* PROVIDED ENTRIES:
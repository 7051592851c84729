package web

import (
	"bytes"
	"encoding/json"
	"net/http"
	"sort"
	"strings"
	"sync"
	"testing"
	"time"

	"github.com/gorilla/websocket"

	"rolloff/sweep/event"
	"rolloff/sweep/point"
	"rolloff/sweep/store"
)

// submit posts a plan as the page does and returns the run id.
func submit(tb testing.TB, base string, plan map[string]any) string {
	tb.Helper()
	data, _ := json.Marshal(plan)
	req, _ := http.NewRequest("POST", base+"/api/runs", bytes.NewReader(data))
	req.Header.Set("Content-Type", "application/json")
	req.Header.Set("Origin", base)
	res, err := http.DefaultClient.Do(req)
	if err != nil {
		tb.Fatal(err)
	}
	defer res.Body.Close()
	var out map[string]string
	if err := json.NewDecoder(res.Body).Decode(&out); err != nil || res.StatusCode != 201 {
		tb.Fatalf("submit: %d %v", res.StatusCode, err)
	}
	return out["id"]
}

var (
	typePoint = []byte(`"type":"point"`)
	typeState = []byte(`"type":"state"`)
)

// readAll follows a run's live messages to its final state and counts
// the points; fn, when not nil, receives each point (decoded) with its
// arrival time. Without fn the messages are only scanned, as a light
// client would, so that the clients cost the machine little.
func readAll(tb testing.TB, c *websocket.Conn, fn func(p *point.Point, at time.Time)) int {
	c.SetReadDeadline(time.Now().Add(120 * time.Second))
	n := 0
	for {
		_, msg, err := c.ReadMessage()
		if err != nil {
			tb.Errorf("live read: %v", err)
			return n
		}
		at := time.Now()
		switch {
		case bytes.Contains(msg, typePoint):
			n++
			if fn != nil {
				var ev event.Event
				if err := json.Unmarshal(msg, &ev); err != nil || ev.Point == nil {
					tb.Errorf("live message: %v", err)
					return n
				}
				fn(ev.Point, at)
			}
		case bytes.Contains(msg, typeState):
			var ev event.Event
			if err := json.Unmarshal(msg, &ev); err == nil && ev.State.Final() {
				return n
			}
		}
	}
}

func percentile(xs []float64, q float64) float64 {
	if len(xs) == 0 {
		return 0
	}
	s := append([]float64(nil), xs...)
	sort.Float64s(s)
	i := int(q * float64(len(s)-1))
	return s[i]
}

// BenchmarkLiveLatency: from a point stored (AppendPoint returned, so
// fsynced) to a websocket client on loopback holding it, through the run
// queue, the hub and the connection. Reports p50-ms and p99-ms.
func BenchmarkLiveLatency(b *testing.B) {
	n := max(b.N, 1000)
	srv, be, stop := startSource(b, n, 2*time.Millisecond)
	defer stop()
	be.startDelay = 300 * time.Millisecond
	base := strings.TrimSuffix(srv.URL(), "/")
	id := submit(b, base, smallPlan("fixed"))
	c := liveDial(b, base, id, nil)
	defer c.Close()
	var lat []float64
	b.ResetTimer()
	got := readAll(b, c, func(p *point.Point, at time.Time) {
		if t, ok := be.storedAt(p.Seq); ok {
			lat = append(lat, float64(at.Sub(t))/1e6)
		}
	})
	b.StopTimer()
	if got != n {
		b.Fatalf("received %d points of %d", got, n)
	}
	b.ReportMetric(percentile(lat, 0.5), "p50-ms")
	b.ReportMetric(percentile(lat, 0.99), "p99-ms")
}

// BenchmarkSlowdown50: a real sweep (the scheduler on the simulated
// bench at time scale 5, 11 points in about 1.8 s) in a daemon subprocess,
// alone and with 50 live clients (in this process, on the same two cores)
// reading every message; x-slowdown-50 is the ratio of the median sweep
// durations, taken from the run's own preparing and done events, so 1
// means no slowdown. The clients' cost is per point, so the faster the
// time scale the larger the ratio: at 20 it is about 1.04.
func BenchmarkSlowdown50(b *testing.B) {
	td := startTestDaemon(b, "demo:5")
	defer td.stop()
	st, err := store.Open(td.dir)
	if err != nil {
		b.Fatal(err)
	}
	plan := smallPlan("fixed")
	plan["frequencies"] = map[string]any{"spacing": "log", "start_hz": 1000, "stop_hz": 100000, "points_per_decade": 5}
	holder := smallPlan("fixed")
	holder["frequencies"] = map[string]any{"spacing": "list", "frequencies_hz": []float64{1000, 2000}}
	duration := func(id string) (float64, bool) {
		r, err := st.OpenRun(id)
		if err != nil {
			return 0, false
		}
		defer r.Close()
		evs, err := r.Events()
		if err != nil {
			return 0, false
		}
		var t0, t1 time.Time
		for _, e := range evs {
			if e.Type == event.TypeState && e.State == event.Preparing && t0.IsZero() {
				t0 = e.Time
			}
			if e.Type == event.TypeState && e.State == event.Done {
				t1 = e.Time
			}
		}
		return t1.Sub(t0).Seconds(), !t0.IsZero() && !t1.IsZero()
	}
	wait := func(id string) float64 {
		deadline := time.Now().Add(60 * time.Second)
		for time.Now().Before(deadline) {
			if s, ok := duration(id); ok {
				return s
			}
			time.Sleep(20 * time.Millisecond)
		}
		b.Fatalf("run %s did not finish", id)
		return 0
	}
	var alone, crowd []float64
	rounds := max(b.N, 5)
	wait(submit(b, td.base, plan)) // warm up
	b.ResetTimer()
	for i := 0; i < 2*rounds; i++ {
		clients := 0
		if i%2 == 1 {
			clients = 50
		}
		// A short run first holds the bench while the clients join the
		// measured run, which waits in the queue.
		submit(b, td.base, holder)
		id := submit(b, td.base, plan)
		var wg sync.WaitGroup
		for k := 0; k < clients; k++ {
			c := liveDial(b, td.base, id, nil)
			wg.Add(1)
			go func() { defer wg.Done(); defer c.Close(); readAll(b, c, nil) }()
		}
		s := wait(id)
		wg.Wait()
		if clients == 0 {
			alone = append(alone, s)
		} else {
			crowd = append(crowd, s)
		}
	}
	b.StopTimer()
	b.Logf("sweep seconds alone %.3f, with 50 clients %.3f", alone, crowd)
	b.ReportMetric(percentile(crowd, 0.5)/percentile(alone, 0.5), "x-slowdown-50")
	b.ReportMetric(percentile(alone, 0.5), "s-alone")
}

// BenchmarkRSS10k: the daemon's resident memory (a subprocess, read from
// /proc/PID/status) during a 10,000-point sweep from the fast point source
// into the real store, with 10 live clients. Reports the peak.
func BenchmarkRSS10k(b *testing.B) {
	peak := 0.0
	for i := 0; i < b.N; i++ {
		td := startTestDaemon(b, "source:10000:500us")
		done := make(chan struct{})
		var mu sync.Mutex
		go func() {
			t := time.NewTicker(10 * time.Millisecond)
			defer t.Stop()
			for {
				select {
				case <-done:
					return
				case <-t.C:
					r := rssMB(td.cmd.Process.Pid)
					mu.Lock()
					peak = max(peak, r)
					mu.Unlock()
				}
			}
		}()
		id := submit(b, td.base, smallPlan("fixed"))
		var wg sync.WaitGroup
		for k := 0; k < 10; k++ {
			c := liveDial(b, td.base, id, nil)
			wg.Add(1)
			go func() {
				defer wg.Done()
				defer c.Close()
				if n := readAll(b, c, nil); n != 10000 {
					b.Errorf("client received %d points of 10000", n)
				}
			}()
		}
		wg.Wait()
		close(done)
		td.stop()
	}
	b.ReportMetric(peak, "rss-mb")
}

* BRIEF:
Scan the records for the string "defer". Copy each line in which it appears.

* OUTPUT OF THE EXERCISE:
	defer res.Body.Close()
	defer stop()
	defer c.Close()
	defer td.stop()
		defer r.Close()
			go func() { defer wg.Done(); defer c.Close(); readAll(b, c, nil) }()
			defer t.Stop()
				defer wg.Done()
				defer c.Close()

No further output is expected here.